Python 3 Data Science Summary: https://blog.csdn.net/weixin_41793113/article/details/99707225
import numpy as np import pandas as pd from pandas import Series, DataFrame
data = { 'Country': ['China', 'India', 'Brazil'], 'Capital': ['Beijing', 'New Delhi', 'Brasilia'], 'Population': ['1432732201', '1303171635', '207847528'] } #python dictionary
s1 = Series(data['Country'])
s1
s2 = Series(data['Capital']) s3 = Series(data['Population'])
df = DataFrame(data) #DataFrame can be understood as a multi-column Series
df
for row in df.iterrows(): print(row) #Iterator traverses each line
for row in df.iterrows(): print(row[0], '+', row[1]) #[0] is the index [1] is the value break
# Creating DataFrame through Series
df_new = DataFrame([s1,s2,s3])
df_new
df #The difference lies in listing.
df_new = DataFrame([s1,s2,s3], index=['Country','Capital', 'Population']) #Solve the above column name problem and pass in the index
df_new
# It can be found that it is superimposed by line and needs to be transposed
df_new.T
# Detailed description of the basic attributes of Pandas DataFrame
List of Basic Functions
import pandas as pd import library
df = pd.DataFrame(data=None, index=None, columns=None, dtype=None, copy=False)
Create a DataFrame
Code | function | |
---|---|---|
1 | DataFrame() | Create a DataFrame object |
2 | df.values | Returns an object of type ndarray |
3 | df.index | Get row index |
4 | df.columns | Get column index |
5 | df.axes | Get row and column indexes |
6 | df.T | Row-column alignment |
7 | df. info() | Print the information of the DataFrame object |
8 | df.head(i) | Display the first i-line data |
9 | df.tail(i) | Display post-i row data |
10 | df.describe() | View column-by-column statistics of data |
1. Create a DataFrame
The value of the parameter index of the DataFrame() function corresponds to the value of the row index. If it is not assigned manually, it will be allocated from 0 by default. columns are equivalent to column indexes, and if you do not assign them manually, they will be assigned from 0 by default.
data = { 'Gender':['male','female','female','male','male'], 'Full name':['Xiao Ming','Xiaohong','Xiaofang','Big black','Zhang San'], 'Age':[20,21,25,24,29]} df = pd.DataFrame(data,index=['one','two','three','four','five'], columns=['Full name','Gender','Age','Occupation']) df
Operation results:
2. df.values returns objects of type ndarray
The ndarray type, numpy's N-dimensional array object, usually converts data of DataFrame type to ndarray type, which is easy to operate. For example, slicing a DataFrame type requires the form of df. iloc [:, 1:3], and directly X [:, 1:3] for the array type.

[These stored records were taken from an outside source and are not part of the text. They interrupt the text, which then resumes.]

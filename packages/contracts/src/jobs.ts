import { z } from 'zod';
import { uuidSchema } from './common.ts';

/** BullMQ queue that carries uploaded files to the ingest worker. */
export const INGEST_QUEUE_NAME = 'ingest';

/**
 * Payload of an ingest job: PostgreSQL holds everything else about the upload. `requestId` is the id
 * of the API request that enqueued it, so the worker's log lines can be matched with the API's.
 */
export const ingestJobSchema = z.object({ uploadId: uuidSchema, requestId: z.string().max(100).optional() });
export type IngestJob = z.infer<typeof ingestJobSchema>;

/**
 * One job id per upload and phase, so enqueueing the same upload twice (a retry, the worker's start-up
 * recovery, a second worker) collapses into one job. Confirming an upload starts its second phase.
 */
export function ingestJobId(uploadId: string, phase: 'initial' | 'confirmed'): string {
  return `upload-${uploadId}-${phase}`;
}
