import { z } from 'zod';
import { periodKeySchema, uuidSchema } from './common.ts';
import { preferredUnitsSchema } from './network-labs.ts';

/** Peer tiers, narrowest first: instrument model + method + reagent; method; every procedure for the analyte. */
export const peerTiers = ['instrument', 'method', 'analyte'] as const;
export const peerTierSchema = z.enum(peerTiers);
export type PeerTier = z.infer<typeof peerTierSchema>;

export const flagSeverities = ['fine', 'acceptable', 'warning', 'action'] as const;
export const flagSchema = z.object({
  kind: z.enum(['sdi', 'cvr', 'exclusion']),
  severity: z.enum(flagSeverities),
  message: z.string(),
});
export type ReportFlag = z.infer<typeof flagSchema>;

export const labFiguresSchema = z.object({
  n: z.number().int(),
  /** Null only in a row that cannot be computed, when the figure is not a finite number. */
  mean: z.number().nullable(),
  /** Null only in a row that cannot be computed, when the figure is not a finite number. */
  sd: z.number().nullable(),
  cv: z.number().nullable(),
});
export type LabFigures = z.infer<typeof labFiguresSchema>;

export const peerFiguresSchema = z.object({
  tier: peerTierSchema,
  labs: z.number().int(),
  n: z.number().int(),
  mean: z.number(),
  sd: z.number(),
  cv: z.number().nullable(),
  withinCv: z.number().nullable(),
});
export type PeerFigures = z.infer<typeof peerFiguresSchema>;

/**
 * A total allowable error rule in words, e.g. "± 6 mg/dL or ± 8 %, whichever is greater"; null when
 * no part is set. The absolute part is in `unit` (the analyte's canonical unit).
 */
export function teaRuleText(
  tea: { teaPct: number | null; teaAbsolute: number | null },
  unit: string,
): string | null {
  const absolute = tea.teaAbsolute === null ? null : `± ${tea.teaAbsolute} ${unit}`;
  const percent = tea.teaPct === null ? null : `± ${tea.teaPct} %`;
  if (absolute && percent) return `${absolute} or ${percent}, whichever is greater`;
  return absolute ?? percent;
}

/**
 * Why a row's comparison cannot be computed (e.g. a peer SD of 0, a figure that is not a finite number,
 * peer figures the recompute could not compute). The figures it could not compute are null; the other
 * rows of the report are unaffected.
 */
export const notComputableSchema = z.object({ reason: z.string() });
export type NotComputable = z.infer<typeof notComputableSchema>;

export const peerReportRowSchema = z.object({
  procedure: z.object({ id: uuidSchema, code: z.string() }),
  analyte: z.object({
    code: z.string(),
    name: z.string(),
    unit: z.string(),
    decimals: z.number().int(),
    /** Total allowable error rule: ± teaAbsolute (in canonicalUnit) or ± teaPct %, whichever is greater. */
    teaPct: z.number().nullable(),
    teaAbsolute: z.number().nullable(),
    teaSource: z.string().nullable(),
  }),
  controlLot: z.object({ id: uuidSchema, lotNumber: z.string() }),
  level: z.number().int(),
  /**
   * The unit in which the row's means and SDs are given: the analyte's canonical unit, or its conventional
   * unit when the report is read in conventional units (CV, SDI, CVR, bias % and sigma are unit-free).
   */
  unit: z.string(),
  /** The analyte's canonical (SI) unit, in which the data is stored. */
  canonicalUnit: z.string(),
  /** Decimals to show means and SDs with in `unit` (the analyte's decimals, adjusted by the conversion factor). */
  decimals: z.number().int(),
  /** 'summary' (uploaded as a monthly summary) or 'values' (derived from daily values). */
  source: z.enum(['summary', 'values']),
  /** The data arrived after the period was closed. */
  late: z.boolean(),
  lab: labFiguresSchema,
  /** Null when no tier had enough labs. */
  peer: peerFiguresSchema.nullable(),
  /** Which peer group the row is compared with and, when a narrower one was passed over, why. */
  peerNote: z.string(),
  sdi: z.number().nullable(),
  cvr: z.number().nullable(),
  biasPct: z.number().nullable(),
  sigma: z.number().nullable(),
  /**
   * The TEa rule evaluated at this level's concentration (the peer mean), as used for `sigma`: its % and
   * which part of the rule governs there. Null without a rule or peer figures.
   */
  tea: z.object({ pct: z.number(), governing: z.enum(['absolute', 'percent', 'both']) }).nullable(),
  cumulative: z.object({
    lab: labFiguresSchema.nullable(),
    peer: peerFiguresSchema.nullable(),
    sdi: z.number().nullable(),
    cvr: z.number().nullable(),
    /** Set when the lot-to-date comparison cannot be computed. */
    notComputable: notComputableSchema.nullable(),
  }),
  /** Set when the month's comparison cannot be computed; SDI, CVR, bias, sigma and flags are then absent. */
  notComputable: notComputableSchema.nullable(),
  /** Set when this lab's data was left out of the peer figures. */
  excluded: z.object({ reason: z.enum(['outlier', 'manual']), note: z.string().nullable() }).nullable(),
  flags: z.array(flagSchema),
});
export type PeerReportRow = z.infer<typeof peerReportRowSchema>;

export const peerReportSchema = z.object({
  period: periodKeySchema,
  lab: z.object({ id: uuidSchema, code: z.string(), name: z.string() }),
  /** The unit system the means and SDs are shown in (the query's `units`, else the lab's preference). */
  units: preferredUnitsSchema,
  /** The published snapshot the peer figures come from; null while they are provisional. */
  published: z.object({ version: z.number().int(), publishedAt: z.string() }).nullable(),
  /**
   * True while newly stored data of this period (or an earlier one) is still being folded into the peer
   * figures; they are recomputed within seconds, so refetch shortly.
   */
  statisticsPending: z.boolean(),
  rows: z.array(peerReportRowSchema),
});
export type PeerReport = z.infer<typeof peerReportSchema>;

export const peerReportQuerySchema = z.object({
  period: periodKeySchema,
  /** 'si' or 'conventional'; default: the lab's preferred units. */
  units: preferredUnitsSchema.optional(),
});
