import type pg from 'pg';
import copyStreams from 'pg-copy-streams';
import { Readable } from 'node:stream';
import { pipeline } from 'node:stream/promises';
import { sql } from 'drizzle-orm';
import {
  PEER_TIERS,
  membershipFromRows,
  recordAudit,
  type Database,
  type PeerAssignmentRow,
  type PeerGroupRow,
  type PeerKeyParts,
  type PeerStatisticsTarget,
} from '@plumbline/db';
import type { SummaryRow } from './row-schemas.ts';
import { seriesKey, type ValuesBuffer } from './values-buffer.ts';
import {
  chooseTarget,
  evaluateGroupRows,
  labTargetBefore,
  rulesOfBits,
  seriesFigures,
  type MonthFigures,
  type Target,
} from './multirule-points.ts';
import { BinaryCopyWriter, textArrayBytes, uuidBytes } from './copy-binary.ts';
import { historyOfGroup, previousPeriod, storedHistory } from './multirule-history.ts';
import type { HistoryPoint } from '@plumbline/stats';

/** A monthly summary ready to store (canonical unit). */
type SummaryToStore = {
  labId: string;
  procedureId: string;
  controlLotId: string;
  analyteId: string;
  level: number;
  period: string;
  late: boolean;
  figures: MonthFigures | null;
};

export type StoreContext = {
  /** A Drizzle handle on the transaction's connection. */
  tx: Database;
  /** The same connection, for COPY. */
  client: pg.PoolClient;
  upload: { id: string; labId: string };
  actor: { actorId: string | null; actorLabel: string | null };
};

/** Data that arrives after its period was closed (or published) is marked late. */
const isLate = (state: string) => state !== 'open';

/** Stores the valid rows of a summary file: each row replaces the lab's data for its key. */
export async function storeSummaries(ctx: StoreContext, rows: readonly SummaryRow[]): Promise<Stored> {
  return replaceSummaries(
    ctx,
    rows.map((r) => ({
      labId: ctx.upload.labId,
      procedureId: r.procedure.id,
      controlLotId: r.lot.id,
      analyteId: r.procedure.analyteId,
      level: r.level,
      period: r.period.period,
      late: isLate(r.period.state),
      figures: { period: r.period.period, n: r.n, mean: r.mean, sd: r.sd },
    })),
    'summary',
  );
}

/**
 * Stores the valid rows of a daily-values file: the values of each lab series (procedure, lot, level,
 * period) replace the earlier ones, their monthly summaries are derived, and each value carries its
 * multirule result. Values go in with binary COPY, each procedure, lot and period in time order (the
 * order of the table's main index, which keeps its maintenance cheap).
 */
export async function storeValues(
  ctx: StoreContext,
  buffer: ValuesBuffer,
  onProgress: (fraction: number) => Promise<void>,
): Promise<Stored> {
  const rowsOfSeries = rowsBySeries(buffer);
  const figures = seriesFigures(buffer, rowsOfSeries);
  const targets = await multiruleTargets(ctx.tx, buffer, figures);

  // One multirule evaluation per procedure, lot and period (levels together).
  const groups = new Map<string, number[]>();
  buffer.series.forEach((s, seriesIndex) => {
    const key = `${s.procedure.id}|${s.lot.id}|${s.period.period}`;
    const list = groups.get(key);
    if (list) list.push(seriesIndex);
    else groups.set(key, [seriesIndex]);
  });
  const groupKeys = [...groups.keys()].sort();
  // Multirule sequences continue from the month before: from this file when it holds that month (its
  // group comes just before in groupKeys), else from the values stored for it.
  const keyBefore = (key: string) => {
    const [procedureId, controlLotId, period] = key.split('|');
    return `${procedureId}|${controlLotId}|${previousPeriod(period)}`;
  };
  const historyFromStore = await storedHistory(
    ctx.tx,
    groupKeys
      .filter((key) => !groups.has(keyBefore(key)))
      .map((key) => {
        const [procedureId, controlLotId, period] = key.split('|');
        return { procedureId, controlLotId, period };
      }),
  );

  const stored = await replaceSummaries(
    ctx,
    buffer.series.map((s, index) => ({
      labId: ctx.upload.labId,
      procedureId: s.procedure.id,
      controlLotId: s.lot.id,
      analyteId: s.procedure.analyteId,
      level: s.level,
      period: s.period.period,
      late: isLate(s.period.state),
      figures: figures.get(index) ?? null,
    })),
    'values',
  );

  const copy = ctx.client.query(
    copyStreams.from(
      'COPY qc_values (lab_id, procedure_id, control_lot_id, level, period, measured_at, value, run, comment, z, rules, upload_id) FROM STDIN (FORMAT binary)',
    ),
  );
  const uploadId = uuidBytes(ctx.upload.id);
  const labId = uuidBytes(ctx.upload.labId);
  const total = buffer.length;
  const runBytes = new Map<number, Buffer>();
  const idBytes = new Map<string, Buffer>();
  const idOf = (id: string) => {
    let bytes = idBytes.get(id);
    if (!bytes) {
      bytes = uuidBytes(id);
      idBytes.set(id, bytes);
    }
    return bytes;
  };

  async function* chunks(): AsyncGenerator<Buffer> {
    const writer = new BinaryCopyWriter();
    let written = 0;
    let reported = 0;
    let previous: { key: string; history: HistoryPoint[] } | null = null;
    for (const key of groupKeys) {
      const seriesIndices = groups.get(key)!;
      const first = buffer.series[seriesIndices[0]];
      const rows = concatRows(seriesIndices.map((index) => rowsOfSeries[index]));
      const history = previous?.key === keyBefore(key) ? previous.history : (historyFromStore.get(key) ?? []);
      const result = evaluateGroupRows(buffer, rows, targets.get(key) ?? new Map(), history);
      previous = { key, history: historyOfGroup(buffer, rows, result) };
      const { z, rules, timeOrder } = result;
      const procedureId = idOf(first.procedure.id);
      const lotId = idOf(first.lot.id);
      const period = first.period.period;
      for (let t = 0; t < timeOrder.length; t++) {
        const k = timeOrder[t];
        const i = rows[k];
        const level = buffer.series[buffer.seriesOf(i)].level;
        const runNumber = buffer.runNumber(i);
        let run: Buffer | null = null;
        if (runNumber !== -1) {
          run = runBytes.get(runNumber) ?? null;
          if (!run) {
            run = Buffer.from(buffer.runName(runNumber), 'utf8');
            runBytes.set(runNumber, run);
          }
        }
        const comment = buffer.comments.get(i);
        writer.row(12, FIXED_ROW_BYTES + (run?.length ?? 0) + 3 * (period.length + (comment?.length ?? 0)));
        writer.bytes(labId);
        writer.bytes(procedureId);
        writer.bytes(lotId);
        writer.int4(level);
        writer.text(period);
        writer.timestamptz(buffer.measuredAt(i));
        writer.float8(buffer.value(i));
        if (run) writer.bytes(run);
        else writer.null();
        if (comment === undefined) writer.null();
        else writer.text(comment);
        if (Number.isFinite(z[k])) writer.float8(z[k]);
        else writer.null();
        writer.bytes(RULES_BYTES[rules[k]]);
        writer.bytes(uploadId);
      }
      written += rows.length;
      if (writer.pendingBytes > 0) yield* writer.take();
      if (written - reported >= 50_000) {
        reported = written;
        await onProgress(written / total);
      }
    }
    yield* writer.finish();
  }
  await pipeline(Readable.from(chunks()), copy);
  return stored;
}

X = df.values print(type(X)) #Display data type X
3. df.index to get row index
df.index
Operation results:
Index(['one', 'two', 'three', 'four', 'five'], dtype='object')
4. df.columns retrieves column indexes
df.columns
Operation results:
Index(['Full name', 'Gender', 'Age', 'Occupation'], dtype='object')
5. df.axes retrieves row and column indexes
df.axes
Operation results:
[Index(['one', 'two', 'three', 'four', 'five'], dtype='object'), Index(['Full name', 'Gender', 'Age', 'Occupation'], dtype='object')]
- 1
- 2
6. df.T index and columns alignment
df.T
Operation results:
7. df.info () Print the information of the DataFrame object
df.info()
Operation results:
<class 'pandas.core.frame.DataFrame'> Index: 5 entries, one to five Data columns (total 4 columns): //Name 5 non-null object //Gender 5 non-null object //Age 5 non-null int64 //Occupation 0 non-null object dtypes: int64(1), object(3) memory usage: 200.0+ bytes
8.df.head(i) displays the first i-line data
df.head(2)
Operation results:
If you want to display the first few columns of data, you can use df.T.head(i)
9. df.tail(i) post-display i-line data
df.tail(2)
Operation results:
10. df.describe() view statistics by column
Information such as number of data, missing value, minimum and maximum number, average value, quantile can be displayed.